Collected data
+ + + + + + +

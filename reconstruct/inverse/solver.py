"""Regularised least-squares travel-time inversion with node time-zero terms.

The unknowns are the slowness of every ground cell about a reference model and,
optionally, one time-zero term per node. Air cells are fixed at the slowness of
light. The operator (straight or bent rays) is passed in, so the inversion does
not care which forward model made it.

Model of an observed pick from node ``a`` (transmitter) to node ``b`` (receiver)::

    t_ab = sum_j G_abj s_j + tau_b - tau_a          (time_zero="clock")
    t_ab = sum_j G_abj s_j + tau_a + tau_b          (time_zero="delay")

"clock" is the default: cheap nodes keep their own clocks, so a node whose
clock runs ahead by ``tau`` reads late when it receives and fires early when it
transmits. A common shift of all ``tau`` changes no time under "clock", so the
terms are reported relative to their mean over the nodes. "delay" models fixed
instrument delays instead (antenna, cable, trigger), added on both ends.
"""

from __future__ import annotations

from dataclasses import dataclass, field

import numpy as np
import scipy.sparse as sp
from scipy.sparse.linalg import LinearOperator, lsqr

from reconstruct.inverse.robust import ROBUST_LOSSES, robust_scale, robust_weights
from reconstruct.inverse.time_zero import TIME_ZERO_MODELS, estimate_time_zero, robust_time_zero, time_zero_matrix
from reconstruct.model.constants import AIR_VELOCITY_M_PER_NS

__all__ = [
    "InversionOptions",
    "InversionResult",
    "invert_travel_times",
]

#: Damping of the time-zero unknowns relative to their data weight: small, so
#: that the offsets are set by the data, but enough to fix the gauge of "clock".
_TIME_ZERO_DAMPING = 1e-3


@dataclass(frozen=True)
class InversionOptions:
    """Settings of one regularised inversion.

    Parameters
    ----------
    velocity_min_m_per_ns, velocity_max_m_per_ns : float
        Physical band; slowness is clipped into it after each solve.
        Defaults 0.03 and 0.30 m/ns span water to air (Davis and Annan, 1989).
    horizontal_weight, vertical_weight : float
        Relative roughness weights along x/y and z.
    smoothing : float or None
        Smoothing weight ``lambda_s`` in the column-scaled system. None chooses it
        (discrepancy principle when pick sigmas are given, else the L-curve corner).
    damping_ratio : float
        ``lambda_d / lambda_s``: damping towards the reference model.
    time_zero : {"clock", "delay", "none"}
        Time-zero model per node (see module notes).
    lambda_min, lambda_max, n_lambda : float, float, int
        Search range and number of trial values of ``lambda_s``.
    max_iterations : int
        LSQR iteration limit per solve.
    tolerance : float
        LSQR ``atol`` and ``btol`` of the final solve on the model grid. On the
        demo quarry 1e-4 left velocities within 0.7 % of a solve to 1e-7.
    search_tolerance : float
        LSQR ``atol`` and ``btol`` of the trial solves on the coarse grid.
    default_sigma_ns : float
        Pick uncertainty assumed when the pick table has no ``sigma_ns``; it then
        sets the weights only, and chi-square is not used to choose lambda.
    robust : {"none", "huber", "tukey"}
        Iteratively reweighted least squares against gross pick errors
        (:mod:`reconstruct.inverse.robust`); "none" is plain least squares.
        The processing (:mod:`reconstruct.pipeline`, the commands, the demo)
        sets it by one rule, :func:`reconstruct.pipeline.robust_rule`: Huber
        with straight rays, none with bent rays.
    robust_iterations : int
        Largest number of reweightings per IRLS pass.
    robust_tolerance : float
        IRLS stops when fewer than 1 % of the robust weights change by more than this.
    rejection_weight : float
        Picks whose final robust weight is below this are reported as rejected
        and left out of the chi-square that chooses lambda.
    """

    velocity_min_m_per_ns: float = 0.03
    velocity_max_m_per_ns: float = 0.30
    horizontal_weight: float = 1.0
    vertical_weight: float = 1.0
    smoothing: float | None = None
    damping_ratio: float = 0.1
    time_zero: str = "clock"
    lambda_min: float = 1e-5
    lambda_max: float = 1e1
    n_lambda: int = 13
    max_iterations: int = 400
    tolerance: float = 1e-4
    search_tolerance: float = 1e-3
    default_sigma_ns: float = 1.0
    robust: str = "none"
    robust_iterations: int = 8
    robust_tolerance: float = 0.02
    rejection_weight: float = 0.1

    def __post_init__(self):
        problems = []
        if not 0 < self.velocity_min_m_per_ns < self.velocity_max_m_per_ns:
            problems.append(
                "velocity band must satisfy 0 < min < max "
                f"(got {self.velocity_min_m_per_ns} to {self.velocity_max_m_per_ns} m/ns)"
            )
        if self.velocity_max_m_per_ns > 0.30:
            problems.append(
                f"velocity_max_m_per_ns {self.velocity_max_m_per_ns} is faster than light "
                f"({AIR_VELOCITY_M_PER_NS:.4f} m/ns); use at most 0.30"
            )
        if self.horizontal_weight < 0 or self.vertical_weight < 0:
            problems.append("smoothing weights must be >= 0")
        if self.smoothing is not None and not self.smoothing > 0:
            problems.append(f"smoothing must be > 0 (got {self.smoothing})")
        if not self.damping_ratio >= 0:
            problems.append(f"damping_ratio must be >= 0 (got {self.damping_ratio})")
        if self.time_zero not in TIME_ZERO_MODELS:
            problems.append(
                f"time_zero must be one of {', '.join(TIME_ZERO_MODELS)} (got {self.time_zero!r})"
            )
        if not 0 < self.lambda_min < self.lambda_max or self.n_lambda < 3:
            problems.append("need 0 < lambda_min < lambda_max and n_lambda >= 3")
        if self.max_iterations < 1 or not self.tolerance > 0 or not self.search_tolerance > 0:
            problems.append("max_iterations must be >= 1 and tolerance > 0")
        if not self.default_sigma_ns > 0:
            problems.append("default_sigma_ns must be > 0")
        if self.robust not in ROBUST_LOSSES:
            problems.append(f"robust must be one of {', '.join(ROBUST_LOSSES)} (got {self.robust!r})")
        if not 0 < self.robust_tolerance < 1:
            problems.append(f"robust_tolerance must be between 0 and 1 (got {self.robust_tolerance})")
        if self.robust_iterations < 1:
            problems.append(f"robust_iterations must be >= 1 (got {self.robust_iterations})")
        if not 0 < self.rejection_weight < 1:
            problems.append(f"rejection_weight must be between 0 and 1 (got {self.rejection_weight})")
        if problems:
            from reconstruct.errors import InputError

            raise InputError(problems, source="inversion options")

+ + + + + + +

What is needed is every line of the records that contains the word "sparse".

import scipy.sparse as sp
from scipy.sparse.linalg import LinearOperator, lsqr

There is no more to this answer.